The neighbors know each other well and they are quite competitive. During one game, an accident happens. Glen is injured while trying to block a ball at the net. The injury is very serious and Glen ends up paralyzed. He sues Jon and Jenny for his substantial medical costs and Jon and Jenny’s insurance company settles the loss.
Later, it is discovered that Paul, who was on the opposing volleyball team, had grabbed and pulled Glen when they were battling at the net, causing Glen to lose his balance and fall. Jon and Jenny’s insurance company learns of this and they sue Paul to recoup the money they paid for the loss.
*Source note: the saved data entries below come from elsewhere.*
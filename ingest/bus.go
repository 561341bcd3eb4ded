package ingest

import (
	"context"
	"errors"
	"fmt"
	"net"
	"os"
	"strconv"
	"strings"
	"sync"
	"sync/atomic"
	"syscall"
	"time"

	"github.com/nats-io/nats-server/v2/server"
	"github.com/nats-io/nats.go"
	"github.com/rs/zerolog"
)

// BusOptions configure Connect. With no Servers, Connect starts an
// embedded NATS server with JetStream and connects to it in process;
// otherwise it connects to Servers. Zero fields take the documented
// defaults.
type BusOptions struct {
	// Servers are NATS URLs. Empty: run an embedded server.
	Servers []string

	// Host is the embedded server's listen address. Default 127.0.0.1.
	Host string
	// Port is the embedded server's port on Host: 0 means 4222 (the
	// NATS default), -1 any free port.
	Port int
	// StoreDir holds the embedded server's JetStream files. Required
	// for the embedded server.
	StoreDir string
	// MaxPayload is the embedded server's largest message, in bytes.
	// Default 1 MiB.
	MaxPayload int
	// MaxStore bounds the embedded server's JetStream files, in bytes.
	// Zero: the server's own default (a share of the free disk).
	MaxStore int64
	// Users of the embedded server, with the permissions of their roles
	// over Subjects. Empty: no authentication. With users, the service
	// connects as ServiceUser with a password made at start.
	Users []BusUser
	// Subjects are the service's subjects, from which the users'
	// permissions are built.
	Subjects BusSubjects
	// MQTT is the host:port of the embedded server's MQTT listener
	// (port -1: any free port). Empty: no MQTT.
	MQTT string

	// User and the password in the environment variable PasswordEnv
	// authenticate to Servers; so do a token in TokenEnv, or a
	// credentials file (JWT and nkey seed). Empty: not used.
	User, PasswordEnv, TokenEnv, CredsFile string
	// CAFile is a PEM file of the CAs to trust; CertFile and KeyFile a
	// client certificate and its key. Empty: not used.
	CAFile, CertFile, KeyFile string
	// Getenv reads the environment variables named above. Default
	// os.Getenv.
	Getenv func(string) string

	// Name is the connection's name on the server. Default "driftfit".
	Name string
	// ReconnectWait is the wait between connection attempts, to which
	// the client adds up to a second of jitter. Default 1s.
	ReconnectWait time.Duration
	// CheckInterval is how often the embedded server's counts (slow
	// consumers, JetStream store) are read. Default 10s.
	CheckInterval time.Duration
	// Logger receives the connection's state changes, each failed
	// attempt with its reason, and the embedded server's log. Default: a
	// disabled logger.
	Logger *zerolog.Logger
	// Metrics, if not nil, get BusConnected, SlowConsumer and the
	// embedded server's counts.
	Metrics *Metrics
}

// Bus is a NATS connection, and the embedded server behind it if Connect
// started one. Close it once done; its methods are safe for concurrent
// use.
type Bus struct {
	nc      *nats.Conn
	ns      *server.Server
	servers []string
	log     zerolog.Logger
	// self authenticates connections to the embedded server; nil when it
	// runs without users.
	self nats.Option

	stop chan struct{}
	wg   sync.WaitGroup
	once sync.Once
}

// Conn returns the connection. It stays valid until Close.
func (b *Bus) Conn() *nats.Conn { return b.nc }

// NewConn opens another connection to the same bus: in process to the
// embedded server (as ServiceUser when it has users), else to Servers
// with opts only (no credentials). The caller closes it.
func (b *Bus) NewConn(opts ...nats.Option) (*nats.Conn, error) {
	if b.ns != nil {
		opts = append(opts, nats.InProcessServer(b.ns))
		if b.self != nil {
			opts = append(opts, b.self)
		}
		return nats.Connect(b.ns.ClientURL(), opts...)
	}
	return nats.Connect(strings.Join(b.servers, ","), opts...)
}

// MQTTAddr returns the host:port of the embedded server's MQTT
// listener, or "" when there is none.
func (b *Bus) MQTTAddr() string {
	if b.ns == nil {
		return ""
	}
	v, err := b.ns.Varz(nil)
	if err != nil || v.MQTT.Port <= 0 {
		return ""
	}
	return net.JoinHostPort(v.MQTT.Host, strconv.Itoa(v.MQTT.Port))
}

// Server returns the embedded server, or nil when connected to Servers.
func (b *Bus) Server() *server.Server { return b.ns }

// SlowConsumers returns the embedded server's count of clients it cut
// off as slow consumers since it started; 0 for Servers.
func (b *Bus) SlowConsumers() uint64 {
	if b.ns == nil {
		return 0
	}
	return uint64(b.ns.NumSlowConsumers())
}

// ClientURL returns the embedded server's URL for other clients, or ""
// when connected to Servers.
func (b *Bus) ClientURL() string {
	if b.ns == nil {
		return ""
	}
	return b.ns.ClientURL()
}

// Close closes the connection and shuts the embedded server down. It is
// idempotent and returns nil.
func (b *Bus) Close() error {
	b.once.Do(func() {
		close(b.stop)
		b.wg.Wait()
		if b.nc != nil {
			b.nc.Close()
		}
		if b.ns != nil {
			b.ns.Shutdown()
			b.ns.WaitForShutdown()
		}
	})
	return nil
}

// PortError is returned by Connect when the embedded server cannot listen
// on its address. It unwraps to ErrPortInUse when another program holds
// the port, else to the listen error.
type PortError struct {
	Addr string
	Err  error
}

func (e *PortError) Error() string {
	if errors.Is(e.Err, ErrPortInUse) {
		return "ingest: embedded NATS server: port " + e.Addr + " is in use by another program"
	}
	return "ingest: embedded NATS server: listen on " + e.Addr + ": " + e.Err.Error()
}

func (e *PortError) Unwrap() error { return e.Err }

// Connect starts the embedded server or connects to Servers, and returns
// once connected. A bus that is down is retried every ReconnectWait,
// logging each failed attempt with its reason, until ctx is done; the
// error then names the last reason (wrong password, unknown CA, missing
// client certificate, refused connection...). Once connected, the
// connection reconnects forever, logging every change of state.
func Connect(ctx context.Context, o BusOptions) (*Bus, error) {
	if o.Logger == nil {
		l := zerolog.Nop()
		o.Logger = &l
	}
	if o.Name == "" {
		o.Name = "driftfit"
	}
	if o.ReconnectWait <= 0 {
		o.ReconnectWait = time.Second
	}
	if o.CheckInterval <= 0 {
		o.CheckInterval = 10 * time.Second
	}
	if o.Getenv == nil {
		o.Getenv = os.Getenv
	}
	b := &Bus{servers: o.Servers, log: o.Logger.With().Str("component", "bus").Logger(), stop: make(chan struct{})}
	m := o.Metrics
	var lastErr atomic.Pointer[error]
	opts := []nats.Option{
		nats.Name(o.Name),
		nats.MaxReconnects(-1),
		nats.ReconnectWait(o.ReconnectWait),
		nats.ReconnectJitter(500*time.Millisecond, time.Second),
		nats.ConnectHandler(func(nc *nats.Conn) {
			m.connected(1)
			b.log.Info().Str("url", RedactURL(nc.ConnectedUrl())).Msg("bus connected")
		}),
		nats.DisconnectErrHandler(func(_ *nats.Conn, err error) {
			m.connected(0)
			b.log.Warn().Err(err).Msg("bus disconnected")
		}),
		nats.ReconnectHandler(func(nc *nats.Conn) {
			m.connected(1)
			b.log.Info().Str("url", RedactURL(nc.ConnectedUrl())).Msg("bus reconnected")
		}),
		nats.ReconnectErrHandler(func(_ *nats.Conn, err error) {
			lastErr.Store(&err)
			b.log.Warn().Err(err).Msg("bus connection attempt failed")
		}),
		nats.ClosedHandler(func(*nats.Conn) {
			m.connected(0)
			b.log.Info().Msg("bus connection closed")
		}),
		nats.ErrorHandler(func(_ *nats.Conn, sub *nats.Subscription, err error) {
			if errors.Is(err, nats.ErrSlowConsumer) && m != nil {
				m.SlowConsumer.Inc()
			}
			ev := b.log.Warn().Err(err)
			if sub != nil {
				ev = ev.Str("subject", sub.Subject)
			}
			ev.Msg("bus error")
		}),
	}
	if len(o.Servers) == 0 {
		if err := b.startServer(o); err != nil {
			return nil, err
		}
		opts = append(opts, nats.InProcessServer(b.ns))
		if b.self != nil {
			opts = append(opts, b.self)
		}
		nc, err := nats.Connect(b.ns.ClientURL(), opts...)
		if err != nil {
			b.Close()
			return nil, fmt.Errorf("ingest: connect to the embedded NATS server: %w", err)
		}
		b.nc = nc
		m.connected(1)
		b.wg.Add(1)
		go b.watchServer(o.CheckInterval, m)
		return b, nil
	}

	opts = append(opts, ClientOptions(o)...)
	// The bus may come up after us: keep trying, one log line an attempt.
	opts = append(opts, nats.RetryOnFailedConnect(true))
	urls := strings.Join(o.Servers, ",")
	nc, err := nats.Connect(urls, opts...)
	if err != nil {
		return nil, fmt.Errorf("ingest: connect to %s: %w", RedactURLs(o.Servers), err)
	}
	b.nc = nc
	for !nc.IsConnected() {
		last := func() error {
			if p := lastErr.Load(); p != nil {
				return *p
			}
			if err := nc.LastError(); err != nil {
				return err
			}
			return errors.New("no attempt finished")
		}
		if nc.IsClosed() {
			return nil, fmt.Errorf("ingest: connect to %s: connection closed: %w", RedactURLs(o.Servers), last())
		}
		select {
		case <-ctx.Done():
			err := fmt.Errorf("ingest: connect to %s: %w; last attempt: %w%s", RedactURLs(o.Servers), ctx.Err(), last(), certHint(o))
			nc.Close()
			return nil, err
		case <-time.After(20 * time.Millisecond):
		}
	}
	return b, nil
}

// ClientOptions are the credential and TLS options of a connection to
// o.Servers: user and password (from the variable PasswordEnv), token
// (from TokenEnv), credentials file, CA and client certificate. Connect
// uses them, and so does every other client of the service's bus, so
// that all connect alike. A nil o.Getenv reads os.Getenv.
func ClientOptions(o BusOptions) []nats.Option {
	if o.Getenv == nil {
		o.Getenv = os.Getenv
	}
	var opts []nats.Option
	if o.User != "" {
		pw := ""
		if o.PasswordEnv != "" {
			pw = o.Getenv(o.PasswordEnv)
		}
		opts = append(opts, nats.UserInfo(o.User, pw))
	}
	if o.TokenEnv != "" {
		opts = append(opts, nats.Token(o.Getenv(o.TokenEnv)))
	}
	if o.CredsFile != "" {
		opts = append(opts, nats.UserCredentials(o.CredsFile))
	}
	if o.CAFile != "" {
		opts = append(opts, nats.RootCAs(o.CAFile))
	}
	if o.CertFile != "" {
		opts = append(opts, nats.ClientCert(o.CertFile, o.KeyFile))
	}
	return opts
}

// startServer starts the embedded server and waits until it takes
// connections.
func (b *Bus) startServer(o BusOptions) error {
	if o.StoreDir == "" {
		return errors.New("ingest: BusOptions need StoreDir for the embedded NATS server")
	}
	host, port := o.Host, o.Port
	if host == "" {
		host = "127.0.0.1"
	}
	if port == 0 {
		port = 4222
	}
	addr := net.JoinHostPort(host, strconv.Itoa(port))
	if port > 0 {
		// Find out now, and why: the server only logs a failed listen.
		ln, err := net.Listen("tcp", addr)
		if err != nil {
			if errors.Is(err, syscall.EADDRINUSE) {
				err = ErrPortInUse
			}
			return &PortError{Addr: addr, Err: err}
		}
		ln.Close()
	}
	maxPayload := o.MaxPayload
	if maxPayload <= 0 {
		maxPayload = 1 << 20
	}
	users, selfPw, err := serverUsers(o)
	if err != nil {
		return err
	}
	sopts := &server.Options{
		ServerName:        "driftfit-embedded",
		Host:              host,
		Port:              port,
		JetStream:         true,
		StoreDir:          o.StoreDir,
		JetStreamMaxStore: o.MaxStore,
		NoSigs:            true,
		NoLog:             true, // the logger is set below
		MaxPayload:        int32(min(maxPayload, 64<<20)),
		Users:             users,
	}
	if o.MQTT != "" {
		mh, mp, err := net.SplitHostPort(o.MQTT)
		if err != nil {
			return fmt.Errorf("ingest: MQTT listen address %q: %w", o.MQTT, err)
		}
		p, err := strconv.Atoi(mp)
		if err != nil || p < -1 || p == 0 || p > 65535 {
			return fmt.Errorf("ingest: MQTT listen address %q: port must be 1..65535 or -1", o.MQTT)
		}
		if p > 0 {
			ln, err := net.Listen("tcp", o.MQTT)
			if err != nil {
				if errors.Is(err, syscall.EADDRINUSE) {
					err = ErrPortInUse
				}
				return &PortError{Addr: o.MQTT, Err: err}
			}
			ln.Close()
		}
		// nats-server's MQTT keeps sessions and QoS 1 messages in
		// JetStream, which the embedded server runs anyway.
		sopts.MQTT = server.MQTTOpts{Host: mh, Port: p}
	}
	ns, err := server.NewServer(sopts)
	if err != nil {
		return fmt.Errorf("ingest: embedded NATS server: %w", err)
	}
	if selfPw != "" {
		b.self = nats.UserInfo(ServiceUser, selfPw)
	}
	sl := newServerLog(*o.Logger, o.Metrics)
	ns.SetLogger(sl, false, false)
	go ns.Start()
	if !ns.ReadyForConnections(10 * time.Second) {
		ns.Shutdown()
		if f := sl.fatalText(); f != "" {
			return fmt.Errorf("ingest: embedded NATS server on %s: %s", addr, f)
		}
		return fmt.Errorf("ingest: embedded NATS server on %s: not ready after 10s", addr)
	}
	b.ns = ns
	b.log.Info().Str("url", ns.ClientURL()).Str("store", o.StoreDir).Int("users", len(o.Users)).Msg("embedded NATS server listening")
	if len(o.Users) == 0 && beyondLoopback(host) {
		b.log.Warn().Str("host", host).Msg("embedded NATS server listens beyond loopback without authentication: anyone who reaches it can publish readings, calibrate sensors and read all history; configure bus.embedded.users")
	}
	if o.MQTT != "" {
		b.log.Info().Str("addr", b.MQTTAddr()).Msg("embedded MQTT listener open")
		if len(o.Users) == 0 && beyondLoopback(sopts.MQTT.Host) {
			b.log.Warn().Str("host", sopts.MQTT.Host).Msg("embedded MQTT listener open beyond loopback without authentication; configure bus.embedded.users")
		}
	}
	return nil
}

// storeWarn is the fill of the embedded server's JetStream store, as a
// fraction of its limit, from which each check warns.
const storeWarn = 0.9

// watchServer reads the embedded server's own counts every interval:
// clients it cut off as slow consumers (it drops their messages), and
// the fill of its JetStream store.
func (b *Bus) watchServer(interval time.Duration, m *Metrics) {
	defer b.wg.Done()
	tick := time.NewTicker(interval)
	defer tick.Stop()
	var slow int64
	for {
		select {
		case <-b.stop:
			return
		case <-tick.C:
		}
		v, err := b.ns.Varz(nil)
		if err != nil {
			continue
		}
		if m != nil {
			m.ServerSlowConsumers.Set(float64(v.SlowConsumers))
		}
		if v.SlowConsumers > slow {
			b.log.Warn().Int64("slow_consumers", v.SlowConsumers).Int64("new", v.SlowConsumers-slow).Msg("nats server cut off slow consumers: their messages were dropped")
			slow = v.SlowConsumers
		}
		if js := v.JetStream; js.Stats != nil && js.Config != nil && js.Config.MaxStore > 0 &&
			float64(js.Stats.Store) >= storeWarn*float64(js.Config.MaxStore) {
			b.log.Warn().Uint64("bytes", js.Stats.Store).Int64("max_bytes", js.Config.MaxStore).Msg("nats server JetStream store nearly full")
		}
	}
}

// connected sets BusConnected; m may be nil.
func (m *Metrics) connected(v float64) {
	if m != nil {
		m.BusConnected.Set(v)
	}
}

// certHint adds to a failed TLS connection without a client certificate
// what a server that demands one shows only as a closed connection:
// whether the TLS alert or the closed socket reaches the client first is
// a race, and nats.go reports the latter.
func certHint(o BusOptions) string {
	tlsURL := false
	for _, u := range o.Servers {
		tlsURL = tlsURL || strings.HasPrefix(u, "tls://") || strings.HasPrefix(u, "wss://")
	}
	if o.CertFile != "" || o.CAFile == "" && !tlsURL {
		return ""
	}
	return " (no client certificate is configured: if the server demands one, set bus.tls.cert_file and key_file)"
}

// RedactURLs lists urls, comma-separated, each as RedactURL shows it.
func RedactURLs(urls []string) string {
	out := make([]string, len(urls))
	for i, u := range urls {
		out[i] = RedactURL(u)
	}
	return strings.Join(out, ",")
}

// RedactURL returns a NATS URL fit for logs and messages: a password is
// masked, and so is user information without one, which NATS takes as a
// token (nats://TOKEN@host). It works on text that does not parse as a
// URL too.
func RedactURL(u string) string {
	c := strings.Index(u, "://")
	if c < 0 {
		return u
	}
	rest := u[c+3:]
	end := strings.IndexAny(rest, "/?#")
	if end < 0 {
		end = len(rest)
	}
	at := strings.LastIndexByte(rest[:end], '@')
	if at < 0 {
		return u
	}
	user, _, hasPw := strings.Cut(rest[:at], ":")
	if !hasPw {
		user = "xxxxx"
	} else {
		user += ":xxxxx"
	}
	return u[:c+3] + user + rest[at:]
}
The effort to recover payment made by Jon and Jenny’s insurance company illustrates “subrogation” an essential insurance policy provision. It is a legal right that allows the insurance company to take over a right held by their policyholder. Once an insurance company claims this right, it can pursue recovery from another person (including other entities such as partnerships or corporations) who is actually responsible for a loss.
Preserves Policy Intent
The purpose of any insurance policy is to restore a party’s financial position after an accidental loss. However, many losses are directly caused by some person or party’s actions. An insurance company may pay for a loss and then take a next step, use of subrogation. It allows them to take over the policyholder’s legal right and pursue repayment from a party that is legally responsible for a loss occurring. This helps maintain the intent of insurance policies to respond to accidents rather than to pay more injury or damage that can be attributed to another. The public good is served by making sure that those parties who cause losses are held accountable.
Controls Insurance Cost
Insurers who practice subrogation, recovering payments that they have paid out in claims, they benefit policyholders. Reductions in claims payments minimizes the need to raise insurance premiums. This makes insurance more efficient and affordable.
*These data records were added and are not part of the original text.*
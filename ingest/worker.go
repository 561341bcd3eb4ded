package ingest

import (
	"errors"
	"time"

	"github.com/nats-io/nats.go"

	"driftfit/rolling"
	"driftfit/store"
)

// job is the readings of one message for one sensor, within a workBatch.
type job struct {
	ref    *sensorRef
	off, n int // range in workBatch.readings
}

// workBatch is one hand-off from the dispatcher to a worker: jobs to
// apply, or a commit token.
type workBatch struct {
	jobs     []job
	readings []rolling.Reading
	token    *commitToken
	restart  *restartJob
}

// worker owns a share of the sensors: it alone touches their state.
type worker struct {
	s     *Service
	idx   int
	in    chan *workBatch
	free  chan *workBatch   // emptied batches back to the dispatcher
	pool  chan *store.Batch // two store batches: one filling, one committing
	touch []*sensorRef      // sensors changed since the last commit token
	hist  []histEntry       // pane-close solutions since the last token

	applied uint64 // readings applied, ever; read at commit tokens
}

type histEntry struct {
	ref *sensorRef
	sol rolling.Solution
}

func newWorker(s *Service, idx int) *worker {
	w := &worker{
		s:    s,
		idx:  idx,
		in:   make(chan *workBatch, workQueueLen),
		free: make(chan *workBatch, workQueueLen+2),
		pool: make(chan *store.Batch, 2),
	}
	w.pool <- new(store.Batch)
	w.pool <- new(store.Batch)
	return w
}

// getBatch returns an empty hand-off, reusing one the worker finished.
func (w *worker) getBatch() *workBatch {
	select {
	case b := <-w.free:
		return b
	default:
		return &workBatch{}
	}
}

func (w *worker) run() {
	for b := range w.in {
		if b.token != nil {
			w.snapshot(b.token)
			continue
		}
		if b.restart != nil {
			w.restart(b.restart)
			continue
		}
		for i := range b.jobs {
			w.apply(&b.jobs[i], b.readings)
		}
		clear(b.jobs) // drop the refs
		b.jobs, b.readings = b.jobs[:0], b.readings[:0]
		select {
		case w.free <- b:
		default:
		}
	}
}

func (w *worker) apply(j *job, readings []rolling.Reading) {
	ref, st := j.ref, j.ref.st
	if !st.touched {
		st.touched = true
		w.touch = append(w.touch, ref)
	}
	var ok uint64
	rs := readings[j.off : j.off+j.n]
	for _, r := range rs {
		if r.UnixNano < st.since {
			w.reject(ref, r, errBeforeRestart)
			continue
		}
		if mask := st.sensor.Closes(r.UnixNano); mask != 0 {
			w.closePanes(ref, mask)
		}
		if err := st.sensor.Add(r); err != nil {
			w.reject(ref, r, err)
			continue
		}
		ok++
	}
	w.applied += ok
	w.s.applied.Add(ok)
	if m := w.s.o.Metrics; m != nil {
		m.Applied.Add(float64(ok))
	}
	if f := w.s.o.OnApplied; f != nil {
		f(ref.id, rs)
	}
}

// restartJob empties a sensor's windows; see Service.Restart.
type restartJob struct {
	ref  *sensorRef
	from int64
}

// errBeforeRestart is the cause of a reading refused because it is older
// than the sensor's last restart.
var errBeforeRestart = errors.New("ingest: reading older than the sensor's last calibration")

func (w *worker) restart(j *restartJob) {
	st := j.ref.st
	specs := make([]rolling.WindowSpec, st.sensor.Windows())
	for i := range specs {
		specs[i] = st.sensor.Spec(i)
	}
	fresh, err := rolling.NewSensor(specs...)
	if err != nil {
		return // the specs came from a working sensor
	}
	st.sensor, st.since, st.dropped = fresh, j.from, true
	if !st.touched {
		st.touched = true
		w.touch = append(w.touch, j.ref)
	}
	w.s.log.Info().Str("sensor", j.ref.id).Time("from", time.Unix(0, j.from)).Msg("fits restarted")
}

// closePanes records the fit of every window whose newest pane the next
// reading will close.
func (w *worker) closePanes(ref *sensorRef, mask uint64) {
	for i := range ref.st.sensor.Windows() {
		if mask&(1<<uint(i)) == 0 {
			continue
		}
		w.hist = append(w.hist, histEntry{ref: ref, sol: ref.st.sensor.Solve(i)})
		if f := w.s.o.OnPaneClose; f != nil {
			f(ref.id, i, &w.hist[len(w.hist)-1].sol)
		}
	}
}

// reject dead-letters one reading the sensor refused.
func (w *worker) reject(ref *sensorRef, r rolling.Reading, err error) {
	reason := ReasonTooOld
	if !errors.Is(err, rolling.ErrTooOld) && !errors.Is(err, errBeforeRestart) {
		reason = ReasonUnknown
	}
	msg := nats.NewMsg(w.s.o.RejectedSubject)
	msg.Data = AppendReading(nil, Decoded{Reading: r})
	msg.Header.Set(HeaderReason, reason.String())
	msg.Header.Set(HeaderError, err.Error())
	msg.Header.Set(HeaderSubject, w.s.prefix+ref.id)
	w.s.rejected.Add(1)
	if m := w.s.o.Metrics; m != nil {
		m.Rejected.WithLabelValues(reason.String()).Inc()
	}
	w.s.badLog.Warn().Str("sensor", ref.id).Str("reason", reason.String()).Int64("t", r.UnixNano).Err(err).Msg("reading rejected")
	if perr := w.s.o.Conn.PublishMsg(msg); perr != nil {
		w.s.badLog.Error().Err(perr).Str("subject", msg.Subject).Msg("dead letter not published")
	}
}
Subrogation Assists with Insurer Profitability
Insurance companies that are profitable are ones that can continue providing insurance protection. Profitability is created in several ways. First is to make money by properly evaluating the business it agrees to insure. Securing more premiums than it pays out in losses is called underwriting profit. Second, insurers make proper investments of some of its funds. Investment profit is another source of income. Unknown to many, subrogation is the next major method for an insurance company to be successful. Every dollar a company recovers through subrogation goes directly to its bottom line.
Subrogation is so important that policyholders are required to protect their right to subrogation. A policyholder may not waive the right without an insurance company’s written permission. Further, a policyholder that harms (also known as prejudicing) that right could face severe consequences.